Chez les esclaves de la famille du président sénégalais Macky Sall

Chez les esclaves de la famille du président sénégalais Macky Sall Le Monde - Fin février, l’ancien président sénégalais Abdoulaye Wade a perdu ses nerfs. Les audiences du procès de son fils Karim se terminaient, le verdict était annoncé pour le 23 mars. Devant les journalistes, dans sa villa du quartier Point E à Dakar, le « vieux »Wade a insultéprésident Macky Sall, son successeur, comme jamais auparavant. Voici ses mots :

« [Macky Sall] c’est un descendant d’esclaves. (…) Ses parents étaient anthropophages (…) Ils mangeaient des bébés et on les a chassés du village. (…) Ceux qui sont propriétaires de la famille de Macky Sall sont toujours là, vivants. Il sait [qu’il est] leur esclave. Je le dis et je l’assume parce qu’on ne peut pas toujours cacher les vérités. (…) Jamais mon fils Karim n’acceptera que Macky Sall soit au-dessus de lui. Dans d’autres situations, je l’aurai vendu en tant qu’esclave (…)».



La violence de ces propos a provoqué la stupeur au Sénégal. Mais curieusement, toutes les réactions n’ont pas été défavorables à Abdoulaye Wade, 88 ans. Car l’ancien président a touché un point sensible.

La société sénégalaise, sous un vernis de modernité, garde les stigmates d’une société organisée selon une hiérarchie implacable, héritée de l’ère précoloniale et dont les « maccubé » (esclaves) constituaient la caste la plus basse, en particulier dans le Fouta (nord du pays), région d’où est originaire Macky Sall.

Descend-il vraiment d’esclaves ? Le Monde Afrique a voulu en avoir le cœur net et a envoyé son journaliste Mamadou Ndiaye dans le village du président. Où la surprise est de taille : la famille de Macky Sall n’était pas esclave, mais « ceedo » (guerrière), et avait des esclaves. Nuance. Voici son récit.

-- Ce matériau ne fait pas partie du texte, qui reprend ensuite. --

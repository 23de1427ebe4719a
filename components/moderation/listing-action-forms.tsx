"use client";

import { useActionState, useState } from "react";
import { Button } from "@/components/ui/button";
import { SelectField, TextArea } from "@/components/ui/field";
import { FormMessage } from "@/components/ui/form-message";
import type { FormResult } from "@/lib/validations/auth";
import { REASON_TOPICS } from "@/lib/validations/moderation";
import { reasonTopicLabel } from "./labels";

export type ModerationFormAction = (previous: FormResult | null, formData: FormData) => Promise<FormResult>;

const errorsOf = (state: FormResult | null, key: string): string[] | undefined =>
  state && !state.ok ? (state.fieldErrors as Record<string, string[] | undefined>)[key] : undefined;

/** What the person typed, echoed by the action, so React's reset after a refused submit does not wipe it. */
export const typed = (state: FormResult | null, key: string): string | undefined => (state && !state.ok ? state.values?.[key] : undefined);

function Result({ state }: { state: FormResult | null }) {
  return <FormMessage tone={state && !state.ok ? "error" : "info"} message={state && !state.ok ? state.message : undefined} />;
}

const TOPIC_OPTIONS = REASON_TOPICS.map((t) => ({ value: t, label: reasonTopicLabel(t) }));

export function ApproveForm({ action }: { action: ModerationFormAction }) {
  const [state, formAction, pending] = useActionState(action, null);
  return (
    <form action={formAction} className="space-y-3" aria-label="Approve">
      <TextArea key={typed(state, "note")} name="note" label="Note to the seller (optional)" rows={2} maxLength={2000} defaultValue={typed(state, "note")} error={errorsOf(state, "note")} />
      <Result state={state} />
      <Button type="submit" disabled={pending}>
        {pending ? "Approving…" : "Approve: make it live"}
      </Button>
    </form>
  );
}

type Row = { key: number; topic: string; text: string };

/** One row per topic the moderator picks; "General" is for what is not about the sheet (photos, title, figures). */
export function SendBackForm({ action, suggestedTopics }: { action: ModerationFormAction; suggestedTopics: string[] }) {
  const [state, formAction, pending] = useActionState(action, null);
  const [rows, setRows] = useState<Row[]>(() => [{ key: 0, topic: suggestedTopics[0] ?? "", text: "" }]);
  const [nextKey, setNextKey] = useState(1);
  const used = new Set(rows.map((r) => r.topic));
  const update = (key: number, patch: Partial<Row>) => setRows((all) => all.map((r) => (r.key === key ? { ...r, ...patch } : r)));
  return (
    <form action={formAction} className="space-y-4" aria-label="Send back">
      <p className="text-sm text-graphite-700">Give a reason per topic; the seller reads each one beside the part of the sheet it is about.</p>
      {rows.map((row, i) => (
        <fieldset key={row.key} className="space-y-2 rounded border border-graphite-200 p-3" data-testid={`reason-row-${i}`}>
          <legend className="px-1 text-sm font-semibold">Reason {i + 1}</legend>
          <SelectField
            name="reasonTopic"
            label="Topic"
            placeholder="Choose a topic"
            value={row.topic}
            onChange={(e) => update(row.key, { topic: e.target.value })}
            options={TOPIC_OPTIONS.map((o) => ({ ...o, disabled: o.value !== row.topic && used.has(o.value) }))}
            error={errorsOf(state, `reasons.${i}.topic`)}
          />
          <TextArea
            name="reasonText"
            label="What must change"
            rows={3}
            maxLength={2000}
            value={row.text}
            onChange={(e) => update(row.key, { text: e.target.value })}
            error={errorsOf(state, `reasons.${i}.text`)}
          />
          {rows.length > 1 ? (
            <Button variant="quiet" size="sm" onClick={() => setRows((all) => all.filter((r) => r.key !== row.key))}>
              Remove reason {i + 1}
            </Button>
          ) : null}
        </fieldset>
      ))}
      {rows.length < REASON_TOPICS.length ? (
        <Button
          variant="secondary"
          size="sm"
          onClick={() => {
            const free = suggestedTopics.find((t) => !used.has(t)) ?? "";
            setRows((all) => [...all, { key: nextKey, topic: free, text: "" }]);
            setNextKey((k) => k + 1);
          }}
        >
          Add another reason
        </Button>
      ) : null}
      <Result state={state} />
      <Button type="submit" variant="secondary" disabled={pending}>
        {pending ? "Sending back…" : "Send back to the seller"}
      </Button>
    </form>
  );
}

export function HoldForm({ action }: { action: ModerationFormAction }) {
  const [state, formAction, pending] = useActionState(action, null);
  return (
    <form action={formAction} className="space-y-3" aria-label="Hold">
      <TextArea
        key={typed(state, "reason")}
        defaultValue={typed(state, "reason")}
        name="reason"
        label="Why is it held?"
        hint="The listing leaves the catalog at once and its page says it is held. The seller reads this reason."
        rows={3}
        required
        maxLength={2000}
        error={errorsOf(state, "reason")}
      />
      <Result state={state} />
      <Button type="submit" variant="danger" disabled={pending}>
        {pending ? "Holding…" : "Hold the listing"}
      </Button>
    </form>
  );
}

export function RestoreForm({ action }: { action: ModerationFormAction }) {
  const [state, formAction, pending] = useActionState(action, null);
  return (
    <form action={formAction} className="space-y-3" aria-label="Restore">
      <TextArea key={typed(state, "note")} name="note" label="Note to the seller (optional)" rows={2} maxLength={2000} defaultValue={typed(state, "note")} error={errorsOf(state, "note")} />
      <Result state={state} />
      <Button type="submit" disabled={pending}>
        {pending ? "Restoring…" : "Restore: back in the catalog"}
      </Button>
    </form>
  );
}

Ils sont gonflés à bloc ! Au village de Ndouloumadji Founaybé, près de Matam, dans la région sénégalaise du Fouta à la frontière de la Mauritanie (600 km de Dakar), les accusations de l’ex-président Abdoulaye Wade ont sonné comme une insulte. Il faut dire que c’est le village d’origine de Macky Sall, le président actuel, traité fin février par son prédécesseur de « descendant d’esclave ».

Une dizaine d’hommes ont été conviés sur une parcelle sableuse appartenant au chef du village. Ils ne décolèrent pas. C’est Djiby Sall, cousin du président, qui donne le ton : « Wade a tout faux sur notre famille. Nous sommes de grands propriétaires terriens. Nous avons des esclaves partout dans le Fouta ». Le septuagénaire est nerveux, visiblement secoué par des propos qui visent, selon lui, à « jeter le discrédit et la honte » sur toute sa lignée.

Ses yeux scintillent de rage et sa voix tremble. « Pour des questions d’humilité,je ne pourrai pas en dire plus. Ici, au Fouta, tout le monde se connaît. Allez demander si nous sommes des “maccubés” (membres de la caste des esclaves) ».

Le chef du village,
Ibrahima Ly, tout de bleu vêtu et confortablement assis sur une chaise de plastique, secoue la tête avant de prendre la parole : « Ces propos ont bouleversé tout le village. La famille de l’actuel président de la République fait partie des nobles de Ndouloumadji Founaybé.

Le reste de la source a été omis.